This leaked plan to sell the Brexit deal ought to be unbelievable, but, terrifyingly, isn’t

It’s hard to tell if the incompetence proves this document is fake – or real.

By Stephen Bush

A draft timetable to sell the United Kingdom’s withdrawal agreement with the European Union has been widely leaked to the press. Under the plans, a near-month long charm offensive would see the deal supported by a host of business leaders, industry leaders, Cabinet ministers and Andy Burnham before a vote on 27 November.

The government has denied that the leaked timetable is anything to do with them, citing the “childish language” (there are numerous spelling and typographical errors).

It’s an odd document, in that it contains a number of strange gambits that ought to immediately disqualify its provenance, such as the idea that business leaders, who have been largely reluctant to be vocal in favour of a Brexit outcome they actually want, are going to become message-carriers for an unpopular compromise fronted by an unpopular Prime Minister. Or that Andy Burnham, an ambitious and talented politician, is going to jeopardise his future within the Labour party for a deal that most Labour members will be reluctant to see voted through. Or the description of an event taking place in “the north and or Scotland”.

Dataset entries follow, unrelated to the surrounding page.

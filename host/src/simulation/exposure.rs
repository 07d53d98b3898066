//! The exposure under way: what the camera's sensor and the bench's judge gather of it.

use std::collections::{BTreeMap, VecDeque};

use super::camera::{CameraSetup, Exposed, Light, Shot, ShotTruth};

/// Share of the light that the screen gives off later.
const AFTERGLOW_SHARE: f64 = 0.04;
/// Its time constant, seconds.
const AFTERGLOW_SECONDS: f64 = 0.07;
/// How far back light is remembered, nanoseconds.
const REMEMBERED_NS: i64 = 500_000_000;
/// An exposure longer than this is drawn from its end only, nanoseconds.
const LONGEST_NS: i64 = 60_000_000_000;
/// Voltages closer than this are one, relative.
const SAME_VOLTS: f64 = 5e-5;
/// Below this a beam leaves no light worth drawing, volts.
const DARK_VOLTS: f64 = 300.0;

/// Gathers.
#[derive(Clone, Debug, Default)]
pub(super) struct Exposing {
    opened_ns: i64,
    integral: f64,
    samples: VecDeque<(i64, f64)>,
    lamp_lit: bool,
    lamp_since_ns: i64,
    lamp_ns: i64,
    lamp_at_open_ns: i64,
}

impl Exposing {
    /// The voltage at a time, at even distances.
    pub fn sample(&mut self, now_ns: i64, volts: f64) {
        self.samples.push_back((now_ns, volts));
        let kept_from_ns = self.opened_ns.max(now_ns - LONGEST_NS) - REMEMBERED_NS;
        while self.samples.front().is_some_and(|(at_ns, _)| *at_ns < kept_from_ns) {
            self.samples.pop_front();
        }
    }

    /// The sync lamp's level from now on.
    pub fn set_lamp(&mut self, now_ns: i64, lit: bool) {
        self.lamp_ns = self.lamp_until(now_ns);
        self.lamp_since_ns = now_ns;
        self.lamp_lit = lit;
    }

    fn lamp_until(&self, now_ns: i64) -> i64 {
        self.lamp_ns + if self.lamp_lit { now_ns - self.lamp_since_ns } else { 0 }
    }

    /// The shutter opens; `integral` is that of the voltage up to now, volt seconds.
    pub fn open(&mut self, now_ns: i64, integral: f64) {
        self.opened_ns = now_ns;
        self.integral = integral;
        self.lamp_at_open_ns = self.lamp_until(now_ns);
    }

    /// The shutter has closed.
    pub fn close(&self, exposed: &Exposed, integral: f64, setup: &CameraSetup, last_disturbed_ns: i64) -> Shot {
        let length_ns = exposed.end_ns - exposed.start_ns;
        // The stated start may lie a little before the true one, and so what the frame is judged by.
        let judged_from_ns = exposed.start_ns.min(exposed.stated_start_ns) - (setup.settle_seconds * 1e9) as i64;
        Shot {
            name: format!("frame{:05}", exposed.number),
            number: exposed.number,
            stated_start_ns: exposed.stated_start_ns,
            stated_exposure_seconds: setup.exposure_seconds,
            light: self.light(exposed.start_ns, exposed.end_ns),
            lamp: (self.lamp_until(exposed.end_ns) - self.lamp_at_open_ns) as f64 / length_ns as f64,
            truth: ShotTruth {
                start_ns: exposed.start_ns,
                end_ns: exposed.end_ns,
                volts: (integral - self.integral) / (length_ns as f64 * 1e-9),
                disturbed: last_disturbed_ns >= judged_from_ns,
            },
        }
    }

    /// Direct light of the exposure, and the afterglow of what was before and in it.
    fn light(&self, start_ns: i64, end_ns: i64) -> Vec<Light> {
        let mut sums: BTreeMap<i64, (f64, f64)> = BTreeMap::new();
        let spacing = self.spacing_seconds();
        let seconds = (end_ns - start_ns) as f64 * 1e-9;
        for (at_ns, volts) in self.samples.iter().filter(|(at_ns, volts)| *at_ns <= end_ns && *volts > DARK_VOLTS) {
            let direct = if *at_ns > start_ns { 1.0 - AFTERGLOW_SHARE } else { 0.0 };
            let since = |from_ns: i64| ((from_ns - at_ns) as f64 * 1e-9 / AFTERGLOW_SECONDS).max(0.0);
            let later = AFTERGLOW_SHARE * (libm::exp(-since(start_ns)) - libm::exp(-since(end_ns)));
            let share = (direct + later) * spacing / seconds;
            let sum = sums.entry((libm::log(*volts) / SAME_VOLTS) as i64).or_default();
            sum.0 += share;
            sum.1 += share * volts;
        }
        sums.into_values()
            .filter(|(share, _)| *share > 1e-5)
            .map(|(share, product)| Light { volts: product / share, share })
            .collect()
    }

    fn spacing_seconds(&self) -> f64 {
        match (self.samples.front(), self.samples.back()) {
            (Some((first, _)), Some((last, _))) if last > first => {
                (last - first) as f64 * 1e-9 / (self.samples.len() - 1) as f64
            }
            _ => 0.0,
        }
    }
}

#[cfg(test)]
mod tests {
    use super::*;

    const SECOND: i64 = 1_000_000_000;

    fn exposed(start_ns: i64, end_ns: i64) -> Exposed {
        Exposed { number: 1, start_ns, end_ns, stated_start_ns: start_ns }
    }

    /// Samples every 2 ms for two seconds.
    fn gather(volts: impl Fn(f64) -> f64) -> Exposing {
        let mut exposing = Exposing::default();
        for index in 0..1_000 {
            if index == 500 {
                exposing.open(SECOND, 0.0);
            }
            exposing.sample(index * 2_000_000, volts(index as f64 * 0.002));
        }
        exposing
    }

    #[test]
    fn steady_light_is_one_line_of_full_share() {
        let light = gather(|_| 3_000.0).light(SECOND, SECOND + 200_000_000);
        assert_eq!(light.len(), 1);
        assert!((light[0].share - 1.0).abs() < 0.01 && (light[0].volts - 3_000.0).abs() < 1e-6, "{light:?}");
    }

    #[test]
    fn a_step_before_the_exposure_leaves_an_afterglow() {
        let light = gather(|t| if t < 0.95 { 4_000.0 } else { 3_000.0 }).light(SECOND, SECOND + 200_000_000);
        assert_eq!(light.len(), 2);
        let old = light[1];
        // All that was before: share times tau / exposure, less what faded in 50 ms.
        let expected = AFTERGLOW_SHARE * AFTERGLOW_SECONDS / 0.2
            * ((-0.05f64 / AFTERGLOW_SECONDS).exp() - (-0.25f64 / AFTERGLOW_SECONDS).exp());
        assert!((old.share / expected - 1.0).abs() < 0.05, "{old:?} {expected}");
    }

    #[test]
    fn the_lamp_counts_only_within_the_exposure() {
        let mut exposing = Exposing::default();
        exposing.set_lamp(0, true);
        exposing.open(SECOND, 0.0);
        exposing.set_lamp(SECOND + 50_000_000, false);
        exposing.set_lamp(SECOND + 150_000_000, true);
        let shot = exposing.close(&exposed(SECOND, SECOND + 200_000_000), 500.0, &CameraSetup::default(), 0);
        assert!((shot.lamp - 0.5).abs() < 1e-9);
        assert!((shot.truth.volts - 2_500.0).abs() < 1e-9);
        assert!(!shot.truth.disturbed);
    }

    #[test]
    fn a_disturbance_within_the_settle_time_marks_the_frame() {
        let exposing = gather(|_| 3_000.0);
        let shot = |at_ns: i64| {
            exposing.close(&exposed(SECOND, SECOND + 200_000_000), 0.0, &CameraSetup::default(), at_ns).truth.disturbed
        };
        assert!(!shot(SECOND - 300_000_001));
        assert!(shot(SECOND - 300_000_000));
        assert!(shot(SECOND + 1));
    }
}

Then there’s the complete absence of any attempt, other than Burnham, to appeal to any trade union leaders or Labour MPs, despite the fact that any Brexit deal is going to need at least some Labour votes to ease it through. (My favourite part is the suggestion that Anand Menon, the well-respected head of the apolitical UK In A Changing Europe think tank would make his own life and that of essentially every European-facing academic in the United Kingdom immeasurably trickier by campaigning for the government’s deal.)

All of this ought to be immediately discrediting and point to a document written to be leaked in order to embarrass Theresa May. It’s certainly plausible that could be the case, yet given the tendency for self-destruction and incompetence that has become something of a hallmark of the post-Cameron Conservative government, we cannot be wholly certain.